- _Your assignment_:
Please print all of the records that follow with nothing altered.

[Stored items]

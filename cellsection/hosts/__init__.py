"""The hosts: the only files that know where a function is called from."""
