"""A section as an engineer types it: a parts block, and the cell functions asked about it.

Everything the published values are compared with comes through the catalogue, the way a workbook calls it.
"""

from __future__ import annotations

from dataclasses import dataclass
from functools import cached_property

from cellsection.catalogue import CATALOGUE

__all__ = ["Block", "Section", "block"]

Cell = float | str | None
Block = tuple[tuple[Cell, ...], ...]
NO_LENGTH = {"part", "shape", "turn", "sign", "n", "datum", "angle", "slope"}


def block(unit: str = "", *parts: dict[str, Cell]) -> Block:
    """A parts block with a row a part; length columns carry the unit in their headers.

    >>> block("mm", {"shape": "rectangle", "b": 200.0, "h": 12.0})
    (('shape', 'b [mm]', 'h [mm]'), ('rectangle', 200.0, 12.0))
    """
    columns = list(dict.fromkeys(column for part in parts for column in part))
    header = tuple(column if column in NO_LENGTH or not unit else f"{column} [{unit}]" for column in columns)
    return (header, *(tuple(part.get(column) for column in columns) for part in parts))


@dataclass(frozen=True)
class Section:
    """A parts block and the results the cell functions give for it, in the block's own length unit."""

    block: Block

    def call(self, function: str, *arguments: object) -> object:
        return CATALOGUE[function].call(self.block, *arguments)

    @cached_property
    def totals(self) -> dict[str, float]:
        """CS_TOTALS by symbol: A x y Ix Iy Ixy Ip rx ry I1 I2 angle."""
        return {symbol: value for symbol, value, _unit in self.call("CS_TOTALS")}

    @cached_property
    def principal(self) -> dict[str, float]:
        """CS_PRINCIPAL by symbol: I1 I2 angle r1 r2."""
        return {symbol: value for symbol, value, _unit in self.call("CS_PRINCIPAL")}

    def fibre(self, side: str) -> tuple[float, float]:
        """CS_FIBRES at one side (top, bottom, left, right): distance from the centroid and elastic modulus."""
        return {name: (distance, modulus) for name, distance, modulus in self.call("CS_FIBRES")}[side]

    def about(self, x: float, y: float) -> dict[str, float]:
        """CS_ABOUT the axes through a point, by symbol: Ix Iy Ixy."""
        return {symbol: value for symbol, value, _unit in self.call("CS_ABOUT", x, y)}

    @cached_property
    def ledger(self) -> list[dict[str, float]]:
        """CS_LEDGER as rows by column: a row a part, then the totals row."""
        header, *rows = self.call("CS_LEDGER")
        header = [name.partition(" [")[0] for name in header]
        return [dict(zip(header, row, strict=True)) for row in rows]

- _Result_:
filename cellsection/hosts/__init__.py
"""The hosts: the only files that know where a function is called from."""
"""A section as an engineer types it: a parts block, and the cell functions asked about it.

Everything the published values are compared with comes through the catalogue, the way a workbook calls it.
"""

from __future__ import annotations

from dataclasses import dataclass
from functools import cached_property

from cellsection.catalogue import CATALOGUE

__all__ = ["Block", "Section", "block"]

Cell = float | str | None
Block = tuple[tuple[Cell, ...], ...]
NO_LENGTH = {"part", "shape", "turn", "sign", "n", "datum", "angle", "slope"}


def block(unit: str = "", *parts: dict[str, Cell]) -> Block:
    """A parts block with a row a part; length columns carry the unit in their headers.

    >>> block("mm", {"shape": "rectangle", "b": 200.0, "h": 12.0})
    (('shape', 'b [mm]', 'h [mm]'), ('rectangle', 200.0, 12.0))
    """
    columns = list(dict.fromkeys(column for part in parts for column in part))
    header = tuple(column if column in NO_LENGTH or not unit else f"{column} [{unit}]" for column in columns)
    return (header, *(tuple(part.get(column) for column in columns) for part in parts))


@dataclass(frozen=True)
class Section:
    """A parts block and the results the cell functions give for it, in the block's own length unit."""

    block: Block

    def call(self, function: str, *arguments: object) -> object:
        return CATALOGUE[function].call(self.block, *arguments)

    @cached_property
    def totals(self) -> dict[str, float]:
        """CS_TOTALS by symbol: A x y Ix Iy Ixy Ip rx ry I1 I2 angle."""
        return {symbol: value for symbol, value, _unit in self.call("CS_TOTALS")}

    @cached_property
    def principal(self) -> dict[str, float]:
        """CS_PRINCIPAL by symbol: I1 I2 angle r1 r2."""
        return {symbol: value for symbol, value, _unit in self.call("CS_PRINCIPAL")}

    def fibre(self, side: str) -> tuple[float, float]:
        """CS_FIBRES at one side (top, bottom, left, right): distance from the centroid and elastic modulus."""
        return {name: (distance, modulus) for name, distance, modulus in self.call("CS_FIBRES")}[side]

    def about(self, x: float, y: float) -> dict[str, float]:
        """CS_ABOUT the axes through a point, by symbol: Ix Iy Ixy."""
        return {symbol: value for symbol, value, _unit in self.call("CS_ABOUT", x, y)}

    @cached_property
    def ledger(self) -> list[dict[str, float]]:
        """CS_LEDGER as rows by column: a row a part, then the totals row."""
        header, *rows = self.call("CS_LEDGER")
        header = [name.partition(" [")[0] for name in header]
        return [dict(zip(header, row, strict=True)) for row in rows]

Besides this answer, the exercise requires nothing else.